[Issue 3396] Call of abstract method not detected by semantic check

2014-08-12 Thread via Digitalmars-d-bugs
https://issues.dlang.org/show_bug.cgi?id=3396

--- Comment #13 from yebblies yebbl...@gmail.com ---
(In reply to Stewart Gordon from comment #11)
  The compiler cannot tell the difference between d files and di files...
 
 How do you mean, the compiler can't know the filename extension of the file
 passed into it?

It could, but it doesn't, and it shouldn't.  d files and di files are the same
thing to the compiler.

--


[Issue 3396] Call of abstract method not detected by semantic check

2014-08-12 Thread via Digitalmars-d-bugs
https://issues.dlang.org/show_bug.cgi?id=3396

--- Comment #14 from yebblies yebbl...@gmail.com ---
(In reply to Stewart Gordon from comment #12)
 http://dlang.org/function.html
 Functions without bodies:
 
 int foo();
 
 that are not declared as abstract are expected to have their implementations
 elsewhere, and that implementation will be provided at the link step.
 
 Where does the spec indicate that functions that _are_ declared as abstract
 can also have their implementations elsewhere?
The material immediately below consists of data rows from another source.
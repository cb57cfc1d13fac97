import { queryOptions, useMutation, useQuery, useQueryClient } from '@tanstack/react-query';
import { api } from '@/lib/api-client';

export interface ApiToken {
  id: number;
  name: string;
  prefix: string;
  createdAt: string;
  lastUsedAt: string | null;
  revokedAt: string | null;
  active: boolean;
}

export const tokenKeys = {
  all: ['tokens'] as const,
  mine: () => [...tokenKeys.all, 'mine'] as const,
};

export const myTokensQueryOptions = () => queryOptions({ queryKey: tokenKeys.mine(), queryFn: () => api<{ tokens: ApiToken[] }>('/tokens').then((r) => r.tokens) });

export const useMyTokens = () => useQuery(myTokensQueryOptions());

/** The answer carries the secret; it lives only in the component that shows it once, never in the cache. */
export const useCreateToken = () => {
  const qc = useQueryClient();
  return useMutation({
    mutationFn: (body: { name: string }) => api<ApiToken & { token: string }>('/tokens', { body }),
    onSuccess: () => qc.invalidateQueries({ queryKey: tokenKeys.all }),
  });
};

export const useRevokeToken = () => {
  const qc = useQueryClient();
  return useMutation({
    mutationFn: (id: number) => api<ApiToken>(`/tokens/${id}`, { method: 'DELETE' }),
    onSuccess: () => qc.invalidateQueries({ queryKey: tokenKeys.all }),
  });
};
Where does it say that they can't?

--


[Issue 3396] Call of abstract method not detected by semantic check

2014-08-12 Thread via Digitalmars-d-bugs
https://issues.dlang.org/show_bug.cgi?id=3396

--- Comment #15 from Stewart Gordon s...@iname.com ---
(In reply to yebblies from comment #14) 
 Where does it say that they can't?

If such code is legal, the spec needs to explain its semantics somewhere.

--


[Issue 3396] Call of abstract method not detected by semantic check

2014-08-11 Thread via Digitalmars-d-bugs
https://issues.dlang.org/show_bug.cgi?id=3396

yebblies yebbl...@gmail.com changed:

   What|Removed |Added

 CC||blah38...@gmail.com

--- Comment #5 from yebblies yebbl...@gmail.com ---
*** Issue 13278 has been marked as a duplicate of this issue. ***

--


[Issue 3396] Call of abstract method not detected by semantic check

2014-08-11 Thread via Digitalmars-d-bugs
https://issues.dlang.org/show_bug.cgi?id=3396

--- Comment #7 from Denis Shelomovskij verylonglogin@gmail.com ---
(In reply to yebblies from comment #6)
 This code:
 
 abstract class A
 {
abstract void M();
 }
 
 could mean one of two things:
 1. M is a pure virtual function
 2. M provides 'base class functionality', but this is a di file so the body
 isn't present.

You misuse terminology. pure virtual function is a C++ term which means this
function should be overriden to be able to instantiate class. There is no term
for function that doesn't provide base class functionality. So D's 'abstract'
means exactly what C++'s '=0' postfix does marking function pure virtual in
contrast to e.g. C#'s 'abstract'.

--


[Issue 3396] Call of abstract method not detected by semantic check

2014-08-11 Thread via Digitalmars-d-bugs
https://issues.dlang.org/show_bug.cgi?id=3396

--- Comment #8 from yebblies yebbl...@gmail.com ---
(In reply to Denis Shelomovskij from comment #7)
 (In reply to yebblies from comment #6)
  This code:
  
  abstract class A
  {
 abstract void M();
  }
  
  could mean one of two things:
  1. M is a pure virtual function
  2. M provides 'base class functionality', but this is a di file so the body
  isn't present.
 
 You misuse terminology. pure virtual function is a C++ term which means
 this function should be overriden to be able to instantiate class. There
 is no term for function that doesn't provide base class functionality. So
 D's 'abstract' means exactly what C++'s '=0' postfix does marking function
 pure virtual in contrast to e.g. C#'s 'abstract'.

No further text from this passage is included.